In Kellerman's situation, he had to use his knowledge and power as a physician to make sure that "do not call 911, do not send her to the hospital" was written all over his mother's chart so that she would be able to die in her nursing home.

Teno's study found that 60 percent of seriously ill patients preferred comfort care, while 40 percent of patients preferred treatment that would focus on extending life.

Other studies have shown that many people would prefer to die at home than in a hospital, said Ben Rich, chairman of bioethics at the University of California, Davis, School of Medicine. If told they have six months to live, the number of people who say they would want "full code" orders, which require full-scale lifesaving efforts, rather than do-not-resuscitate orders, drops dramatically, he said.

"Patients are able and willing to lower their expectations and reformulate their goals based on the best clinical evidence about their life expectancy," Rich said.

But there will always be people who "abhor the idea of dying without fighting to the bitter end," and prefer staying in a hospital, Rich said.

Some people have signed advance directives to their children -- legal documents stating what they want to happen in terms of end-of-life decisions -- but don't talk to their children about them, Kellerman said.
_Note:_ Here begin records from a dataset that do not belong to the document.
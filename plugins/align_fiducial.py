"""Built-in aligner ``fiducial``: closed-form absolute orientation on nasion, LPA and RPA.

The least-squares rotation and translation (optionally an isotropic scale)
between the digitized fiducials and those marked in the anatomy frame
(Horn 1987; Umeyama 1991). The uncertainty is a parametric bootstrap: the
fiducials are perturbed by their stated localisation noise and refitted.
"""
from __future__ import annotations

from collections.abc import Mapping

import numpy as np

from prep import Aligner, Alignment, Finding, Sensors, Surface, Transform, hookimpl
from prep.geometry.registration import absolute_orientation, rigid_matrix, rotation_angle_deg
from prep.geometry.surface import closest_points
from prep.placement import digitizer_handedness, fit_points, mirror_matrix, mirrored_finding, paired_fiducials

DEFAULTS = {
    "scale": False,
    # digitizer localisation of anatomical landmarks: a few mm (common practice)
    "fiducial_noise_m": 0.003,
    # residual of the fiducial fit that earns a warning / a failure (common practice)
    "fre_warn_m": 0.005,
    "fre_fail_m": 0.010,
    "n_boot": 200,
    "seed": 0,
}


def _fiducial_bootstrap(src: np.ndarray, dst: np.ndarray, noise: float, n_boot: int, seed: int,
                        at: np.ndarray, scale: bool) -> dict[str, float]:
    rng = np.random.default_rng(seed)
    rot0, t0, s0 = absolute_orientation(src, dst, scale=scale)
    centre = at.mean(axis=0)
    base = s0 * rot0 @ centre + t0
    angles = np.empty(n_boot)
    shifts = np.empty(n_boot)
    for b in range(n_boot):
        rot, t, s = absolute_orientation(src + rng.normal(0, noise, src.shape),
                                         dst + rng.normal(0, noise, dst.shape), scale=scale)
        angles[b] = rotation_angle_deg(rot @ rot0.T)
        shifts[b] = np.linalg.norm(s * rot @ centre + t - base)
    return {"translation_mm": float(np.sqrt(np.mean(shifts ** 2)) * 1e3),
            "rotation_deg": float(np.sqrt(np.mean(angles ** 2))), "n_boot": int(n_boot),
            "method": "parametric bootstrap over the fiducials"}


def align(sensors: Sensors, scalp: Surface, anatomy_fiducials: Mapping[str, np.ndarray] | None, *,
          scale: bool = False, fiducial_noise_m: float = 0.003, fre_warn_m: float = 0.005,
          fre_fail_m: float = 0.010, n_boot: int = 200, seed: int = 0) -> Alignment:
    """Align the digitized fiducials onto the anatomy fiducials.

    Returns
    -------
    Alignment
        ``metrics``: ``fre_m`` (RMS fiducial residual), ``rms_m`` (RMS scalp
        distance of head shape and electrodes), ``scale``, ``uncertainty``.

    Raises
    ------
    UsageError
        ``input.too-few-points``: fewer than three fiducials in both frames, or collinear.
    """
    findings: list[Finding] = []
    pre = np.eye(4)
    if digitizer_handedness(sensors) < 0:
        pre = mirror_matrix()
        findings.append(mirrored_finding("aligner 'fiducial'"))
    fids = {k: v @ pre[:3, :3].T for k, v in sensors.fiducials.items()}
    src, dst, names = paired_fiducials(fids, anatomy_fiducials)
    rot, t, s = absolute_orientation(src, dst, scale=scale)
    matrix = rigid_matrix(rot, t, s) @ pre
    res = src @ (s * rot).T + t - dst
    per = np.linalg.norm(res, axis=1)
    fre = float(np.sqrt(np.mean(per ** 2)))
    pts = fit_points(sensors)
    moved = pts @ matrix[:3, :3].T + matrix[:3, 3]
    rms = float(np.sqrt(np.mean(closest_points(scalp.vertices, scalp.faces, moved)[1] ** 2))) if len(pts) else None
    at = moved if len(moved) else dst
    unc = _fiducial_bootstrap(src, dst, fiducial_noise_m, n_boot, seed, at, scale)
    severity = "fail" if fre > fre_fail_m else "warn" if fre > fre_warn_m else None
    if severity:
        worst = names[int(np.argmax(per))]
        findings.append(Finding(
            code="placement.misfit", severity=severity, subjects=names, source="aligner 'fiducial'",
            message=f"the fiducials disagree by {fre * 1e3:.1f} mm RMS after the best rigid fit "
                    f"(largest: {worst}, {per.max() * 1e3:.1f} mm); check where they were marked",
            values={"fre_m": fre, **{f"{n}_m": float(d) for n, d in zip(names, per)}},
            threshold=fre_fail_m if severity == "fail" else fre_warn_m))
    metrics = {"fre_m": fre, "rms_m": rms, "scale": s, "fiducials": list(names),
               "fiducial_residuals_m": {n: float(d) for n, d in zip(names, per)}, "uncertainty": unc,
               "mirrored": bool(pre[0, 0] < 0)}
    transform = Transform(matrix=matrix, from_frame=sensors.frame, to_frame=scalp.frame, method="fiducials",
                          residuals={"fre_m": fre, "rms_m": rms})
    return Alignment(transform=transform, findings=tuple(findings), headshape_inliers=None, metrics=metrics)


@hookimpl
def headprep_register_aligners() -> list[Aligner]:
    return [Aligner(name="fiducial", align=align, defaults=dict(DEFAULTS),
                    description="closed-form absolute orientation of nasion, LPA and RPA (Horn 1987)")]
"You end up with a daughter at two in the morning, and Grandma is in respiratory failure, and we're having a conversation in a family room in the E.R. about what Grandma wants," Kellerman said. "That conversation should have been with that grandmother and her daughter and her doctor and should have happened two years earlier, and it would have been easier on everybody."

Beyond the advance directive, doctors need a plan for care with the patient to make sure that the person's goals are honored, Teno said.

A problem behind a general lack of communication between doctors and patients is the shortage of primary care physicians in the United States, Rich said. A 2008 study found that the U.S. could face a shortage of up to 44,000 family physicians and general internists by 2025, according to researchers from the University of Missouri.

Some medical school graduates shy away from fields such as family medicine, internal medicine and geriatrics because they see how little time they would have to spend with their patients, and how the compensation structure does not reward lengthy conversations with patients.

"We need to moderate the system and the style of health care delivery that says you can adequately engage with a patient, determine what their needs are, communicate their plan of care adequately to the patient, and transition to next patient in 10 minutes," Rich said. "Nobody can argue with a straight face that that's reasonable."

In Rich's view, changing the way that physicians are reimbursed for dealing with patients -- namely, paying them more for face-to-face interaction with patients -- would help ensure that patients get more appropriate treatment.

But what "adequate reimbursement" would be is a matter of debate, he said. In other Western countries, health care professionals earn less in general, and it is unclear whether American society can continue to compensate the medical industry at such high levels overall, he said.

Teno advocates for a system of accountability in which doctors are paid extra for having communicated well with patients, and even go without pay for instances where they go against patients' wishes. Currently, the health care system does not reward providers for getting to know patients and practicing "person-centered care," she said.

In good health in his mid-50s, Kellerman already has his own advance directive to make sure that his end-of-life wishes are made known when the time comes.

"Everybody wants their parents to live forever, everyone wants to live forever," he said. "But the fact is that won't happen, and you do need to think and plan ahead."